- Your goal -
If a line in the records below holds the string "ends", count it, and state only the final count.

Data items:
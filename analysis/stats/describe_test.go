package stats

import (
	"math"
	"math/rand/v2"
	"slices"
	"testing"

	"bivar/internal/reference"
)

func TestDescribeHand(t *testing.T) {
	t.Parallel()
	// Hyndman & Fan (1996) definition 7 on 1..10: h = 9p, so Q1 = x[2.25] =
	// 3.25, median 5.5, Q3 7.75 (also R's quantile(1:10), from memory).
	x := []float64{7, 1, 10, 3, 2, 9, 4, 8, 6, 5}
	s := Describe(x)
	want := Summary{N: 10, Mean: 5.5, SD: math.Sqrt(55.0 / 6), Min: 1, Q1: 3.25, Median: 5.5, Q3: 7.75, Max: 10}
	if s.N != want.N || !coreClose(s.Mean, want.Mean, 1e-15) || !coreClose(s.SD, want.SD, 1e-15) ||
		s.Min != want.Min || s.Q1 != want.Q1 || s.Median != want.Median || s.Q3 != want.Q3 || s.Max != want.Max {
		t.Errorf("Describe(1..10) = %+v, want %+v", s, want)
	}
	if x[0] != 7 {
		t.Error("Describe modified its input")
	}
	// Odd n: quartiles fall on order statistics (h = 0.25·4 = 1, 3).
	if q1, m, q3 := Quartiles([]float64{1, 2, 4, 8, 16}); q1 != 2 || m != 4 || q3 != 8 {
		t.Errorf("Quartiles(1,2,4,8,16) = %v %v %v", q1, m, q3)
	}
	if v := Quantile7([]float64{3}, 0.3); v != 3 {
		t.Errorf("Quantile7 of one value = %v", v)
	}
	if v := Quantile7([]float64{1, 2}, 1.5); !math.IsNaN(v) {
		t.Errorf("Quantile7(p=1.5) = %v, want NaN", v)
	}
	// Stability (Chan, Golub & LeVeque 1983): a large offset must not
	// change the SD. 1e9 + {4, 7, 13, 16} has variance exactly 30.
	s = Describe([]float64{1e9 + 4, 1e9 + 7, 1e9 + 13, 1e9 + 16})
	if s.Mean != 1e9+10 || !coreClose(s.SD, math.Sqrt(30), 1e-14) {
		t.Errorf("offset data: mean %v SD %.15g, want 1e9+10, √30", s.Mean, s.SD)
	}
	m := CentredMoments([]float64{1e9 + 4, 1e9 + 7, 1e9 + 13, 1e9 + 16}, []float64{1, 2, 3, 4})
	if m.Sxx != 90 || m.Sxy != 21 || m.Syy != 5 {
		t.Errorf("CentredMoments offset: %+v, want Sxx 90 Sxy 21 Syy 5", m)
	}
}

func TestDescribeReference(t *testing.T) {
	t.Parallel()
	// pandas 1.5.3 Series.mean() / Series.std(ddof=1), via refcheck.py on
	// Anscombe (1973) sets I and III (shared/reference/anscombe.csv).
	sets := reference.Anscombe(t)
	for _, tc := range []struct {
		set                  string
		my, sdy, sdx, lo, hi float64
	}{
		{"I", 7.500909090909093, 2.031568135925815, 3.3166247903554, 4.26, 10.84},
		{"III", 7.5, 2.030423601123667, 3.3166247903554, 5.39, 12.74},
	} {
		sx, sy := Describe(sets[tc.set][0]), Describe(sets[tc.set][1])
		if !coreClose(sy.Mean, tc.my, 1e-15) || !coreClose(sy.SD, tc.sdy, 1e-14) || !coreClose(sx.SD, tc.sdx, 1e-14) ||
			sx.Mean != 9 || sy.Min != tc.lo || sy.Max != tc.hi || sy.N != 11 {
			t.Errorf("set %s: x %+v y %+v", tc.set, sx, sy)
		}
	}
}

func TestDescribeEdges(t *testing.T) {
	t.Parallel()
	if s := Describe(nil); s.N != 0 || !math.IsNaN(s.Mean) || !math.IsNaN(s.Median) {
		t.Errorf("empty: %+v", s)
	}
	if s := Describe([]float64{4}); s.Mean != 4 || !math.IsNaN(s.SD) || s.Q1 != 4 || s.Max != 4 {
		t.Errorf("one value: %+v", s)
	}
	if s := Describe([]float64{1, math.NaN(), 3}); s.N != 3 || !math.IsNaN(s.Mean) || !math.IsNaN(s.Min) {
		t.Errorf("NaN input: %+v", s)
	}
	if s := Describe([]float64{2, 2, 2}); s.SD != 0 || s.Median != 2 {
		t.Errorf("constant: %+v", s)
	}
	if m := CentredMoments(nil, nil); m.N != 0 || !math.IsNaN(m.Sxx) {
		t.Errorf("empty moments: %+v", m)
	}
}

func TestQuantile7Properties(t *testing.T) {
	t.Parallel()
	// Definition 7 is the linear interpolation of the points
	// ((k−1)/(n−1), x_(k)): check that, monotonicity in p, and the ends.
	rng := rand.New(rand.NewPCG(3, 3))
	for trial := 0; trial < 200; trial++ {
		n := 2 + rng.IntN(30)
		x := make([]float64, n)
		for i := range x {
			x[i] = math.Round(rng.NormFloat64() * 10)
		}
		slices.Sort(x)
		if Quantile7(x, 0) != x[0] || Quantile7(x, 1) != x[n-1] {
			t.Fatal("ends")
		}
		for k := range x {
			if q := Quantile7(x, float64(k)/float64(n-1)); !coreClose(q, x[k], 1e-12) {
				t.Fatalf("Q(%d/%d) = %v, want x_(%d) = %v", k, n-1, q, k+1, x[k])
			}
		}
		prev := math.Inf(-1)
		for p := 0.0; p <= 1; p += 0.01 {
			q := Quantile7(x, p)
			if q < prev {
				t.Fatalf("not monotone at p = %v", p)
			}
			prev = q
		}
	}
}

- Output for this task -
2